Willie tuvo la impresión de que se enorgullecía de sus conocimientos farmacológicos.
– Tony, por lo que se ha visto, nada de eso va bien.
– Ya, en nuestro caso no. Pero en el suyo a lo mejor sí. Mira: florazepán. Es un sedante, y aquí también hay un poco de eszopiclona. Hazle un cóctel con esto. -Sacó un botellín de Jack Daniel's del bolsillo de la cazadora y se lo entregó al Detective junto con cuatro pastillas.
– Eso parece mucho -observó Jackie-. No queremos matarlo.
Willie miró a los muertos en la cabina manchada de sangre y luego otra vez a Jackie.
– ¿Qué? -dijo Jackie.
– Nada -contestó Willie.
– No es lo mismo -aclaró Jackie.
– ¿El qué?
– Pegarle un tiro a alguien que envenenarlo.

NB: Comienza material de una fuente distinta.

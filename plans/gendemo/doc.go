// Command gendemo writes the invented example data set used by the demo
// plans: plans/data/quietstreets.csv.
//
// # Scenario (invented)
//
// A fictional region runs a "neighbourhood quiet-streets programme": some
// residential streets get a traffic-calming pilot. A survey asks residents
// how safe they feel cycling on their own street. The people, streets,
// districts and answers are all made up by this program; no real survey
// lies behind them.
//
// Columns, one row per resident:
//
//	safety          outcome, ordered: very_unsafe < unsafe < neutral < safe < very_safe
//	pilot           1 if the resident's street is in the pilot, else 0
//	female          1 if the resident is female, else 0
//	age             age in whole years, 18..85 (about 1% empty = missing)
//	child_home      1 if a child lives in the home, else 0
//	years_resident  years lived on the street, 0..40, one decimal (about 2% empty = missing)
//	cyclist         1 if the resident cycles regularly, else 0
//	street_type     residential, through_road or cul_de_sac (text)
//	district        district id d01..d24 (usable as a cluster id)
//
// # How the predictors are drawn
//
// district is uniform over d01..d24. Districts d01-d10 are pilot districts,
// where a resident's street is in the pilot with probability 0.60; elsewhere
// with probability 0.15. female ~ Bernoulli(0.52). age is a normal(47, 16)
// draw rounded to whole years and redrawn until it lies in 18..85.
// child_home ~ Bernoulli(0.45) below age 50, else Bernoulli(0.12).
// years_resident is exponential with mean 11, capped at age-18 and at 40,
// rounded to one decimal. cyclist ~ Bernoulli(0.35) below age 40, else
// Bernoulli(0.20). street_type is residential with probability 0.55,
// through_road 0.25, cul_de_sac 0.20. There are no frequency weights: every row is one
// resident.
//
// # Outcome model (the true parameter values)
//
// The outcome follows a cumulative logit model with boundaries j = 1..4
// (between category j and j+1):
//
//	logit P(safety <= j | x) = theta_j - eta_j(x)
//	eta_j(x) = bPilot_j*pilot + bFemale_j*female + bAge*age
//	         + bChild*child_home + bYearsLog*log(years_resident + 1)
//	         + bCyclist*cyclist + bStreet[street_type]
//	         + bPilotThrough*pilot*[street_type = through_road]
//
// so a positive coefficient moves answers towards "very_safe". The pilot
// and female effects differ across the boundaries (nonparallel); the other
// effects are the same at every boundary (parallel):
//
//	theta     = (-2.60, -1.00, 0.40, 2.00)
//	bPilot_j  = ( 1.10,  0.85, 0.60, 0.40)
//	bFemale_j = (-0.55, -0.40, -0.25, -0.10)
//	bAge      = -0.015   (per year)
//	bChild    = -0.40
//	bYearsLog =  0.25    (per unit of log(years_resident + 1))
//	bCyclist  =  0.70
//	bStreet   = (0, -0.60, 0.35) for residential, through_road, cul_de_sac
//	bPilotThrough = 0.55 (the pilot works better on through roads)
//
// The model is drawn from with the complete predictor values; afterwards age
// is blanked completely at random with probability 0.01 and years_resident
// with probability 0.02, so that readers must drop incomplete rows.
//
// # Reproducibility
//
// n = 1800 rows are drawn from a math/rand/v2 PCG source seeded with
// (20250611, 1800). Uniform numbers are built directly from the source's
// 64-bit output and normal numbers by the Box-Muller method, and numbers
// are written with fixed decimals, so the output is byte-identical across
// runs. Regenerate with:
//
//	go run ./plans/gendemo -out plans/data/quietstreets.csv
package main
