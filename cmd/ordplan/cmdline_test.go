package main

import "testing"

// TestCommandLine: the command line recorded in the report keeps what can
// change the results and quotes what a shell would split.
func TestCommandLine(t *testing.T) {
	args := []string{"my plan.yaml", "--out", "/tmp/a", "--workers=3", "--quiet", "--previous", "old run", "--queue", "nats://h:1"}
	got := commandLine(append([]string{"ordplan", "run"}, resultArgs(args)...))
	want := `ordplan run 'my plan.yaml' --previous 'old run'`
	if got != want {
		t.Errorf("got  %s\nwant %s", got, want)
	}
	if got := commandLine([]string{"a'b"}); got != `'a'\''b'` {
		t.Errorf("quote: %s", got)
	}
}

– Supongo que no -dijo Willie.
Empezaba a arrepentirse de haber ido. Más sangre, más cadáveres, un herido tumbado en la hierba en pleno sufrimiento. Había oído a Eddie Fry: no era un asesino, era sólo un labriego obligado a prestar un servicio. Quizá Fry sabía lo que los otros pretendían, y en ese sentido tenía cierta responsabilidad, pero estaba fuera de su elemento con hombres como el Detective. Fry y sus amigos eran corderos de camino al matadero. Willie no se esperaba que las cosas se desarrollaran así. No sabía bien qué se había esperado, y se dio cuenta, una vez más, de lo ingenuo que había sido. Allí él estaba tan fuera de lugar como el propio Fry. Willie no se había comprometido a matar a nadie, pero estaban muriendo hombres.